Traditional endpoint detection still matters, but it sees many agent failures late. By the time a shell command runs, a file is changed, or traffic leaves the device, the agent has already crossed a decision point. Hook-based inspection gives defenders a chance to evaluate the instruction before the risky tool action happens.
What teams should do now
The feature is still a preview, so broad enforcement should be deliberate. Microsoft’s setup guidance says runtime protection currently requires Microsoft Defender for Endpoint Plan 2, Microsoft 365 E5, Microsoft Agent 365, or Microsoft 365 E7; onboarded devices; supported Windows versions; Defender Antivirus in active mode; current monthly platform and engine updates; and devices configured for the beta platform and engine update channel. Runtime protection also depends on the agent supporting hooks.
A sensible rollout starts with inventory rather than blocking. Security teams should first use Defender’s AI agent inventory and Advanced Hunting to identify where local agents and MCP servers are actually present. That list should be compared against developer groups, privileged users, production-support roles, and machines with access to cloud credentials or sensitive repositories.
From there, Microsoft recommends testing runtime protection in audit mode on a small set of active agent users, monitoring alerts for one to two weeks, then moving to block mode only after validating that detections are accurate and actionable. That is especially important on developer machines, where a poorly tuned control can interrupt legitimate work or push teams toward unmanaged tools.

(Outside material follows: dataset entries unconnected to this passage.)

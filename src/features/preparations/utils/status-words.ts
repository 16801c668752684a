import type { PreparationStatus } from '../../../../shared/contracts/preparations';

/** Each status in words, as the badges, the list filter and the bench sheet say it. */
export const STATUS_WORDS: Record<PreparationStatus, string> = {
  draft: 'Draft',
  prepared: 'Prepared (readings recorded)',
  submitted: 'Submitted',
  approved: 'Approved',
  returned: 'Returned',
};
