/**
 * The demo plans' figures as the server would store them: for each tests/fixtures/plans/*.json, under the default
 * lab policy, computed by computeSnapshot (GUM, Monte Carlo with the seed, their JCGM 101 §8 validation), the
 * value, U, k, the result as stated and the verdict. Used for before/after tables when the engine changes.
 *
 *   npm run demo-figures -- [--seed S]
 */
import { readdirSync, readFileSync } from 'node:fs';
import { DEFAULT_LAB_POLICY } from '../../shared/contracts/library';
import { VALIDATION_HEADLINES, validationOutcome } from '../../shared/contracts/validation-words';
import { formatDegreesOfFreedom, resultStatement } from '../../shared/uncertainty';
import { computeSnapshot } from '../preparations/compute-snapshot';

const seedAt = process.argv.indexOf('--seed');
const seed = seedAt >= 0 ? Number(process.argv[seedAt + 1]) : 1;
if (!Number.isInteger(seed) || seed < 0) {
  process.stderr.write('usage: npm run demo-figures -- [--seed S]\n');
  process.exit(2);
}

const folder = new URL('../../tests/fixtures/plans/', import.meta.url);
const files = readdirSync(folder)
  .filter((name) => name.endsWith('.json'))
  .sort();
const figure = (value: number) => Number(value.toPrecision(6)).toString();

process.stdout.write(`Demo plans, default lab policy, seed ${seed}\n`);
for (const file of files) {
  const plan = JSON.parse(readFileSync(new URL(file, folder), 'utf8')) as Record<string, unknown>;
  const snapshot = computeSnapshot({ plan, items: [], seed, computedAt: '', policy: DEFAULT_LAB_POLICY });
  const { budget, validation } = snapshot;
  const statement = resultStatement(snapshot);
  process.stdout.write(
    [
      `\n${file}`,
      `  value     ${figure(budget.value)} ${budget.unit}`,
      `  U         ${figure(budget.expandedUncertainty)} ${budget.unit} (k = ${budget.coverageFactor.toFixed(2)}, ν_eff = ${formatDegreesOfFreedom(budget.effectiveDegreesOfFreedom)})`,
      `  stated    ${statement.text}`,
      `  verdict   ${VALIDATION_HEADLINES[validationOutcome(validation)]} after ${snapshot.trials} trials (ends differ by ${figure(validation.lowEndDifference)} and ${figure(validation.highEndDifference)}, δ = ${figure(validation.numericalTolerance)} ${budget.unit})`,
      '',
    ].join('\n'),
  );
}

Teams should also review MCP server configurations directly. Discovery can show that a server exists, but it does not replace a governance decision about whether that server should be allowed, which tools it exposes, whether it can reach production systems, and whether the agent using it has more permission than the workflow requires.
The larger lesson is that local AI agents are becoming normal endpoint software with unusual authority. They need inventory, least-privilege design, prompt-injection testing, human approval for high-risk actions, credential hygiene, and incident-response paths that security teams understand. Defender’s preview does not solve all of that, but it gives Microsoft-heavy organizations a concrete place to start.
For readers tracking the details, Microsoft outlined the June Defender update in its Microsoft Security Blog, with separate Learn documentation for local AI agent discovery, AI agent runtime protection, and runtime-protection setup.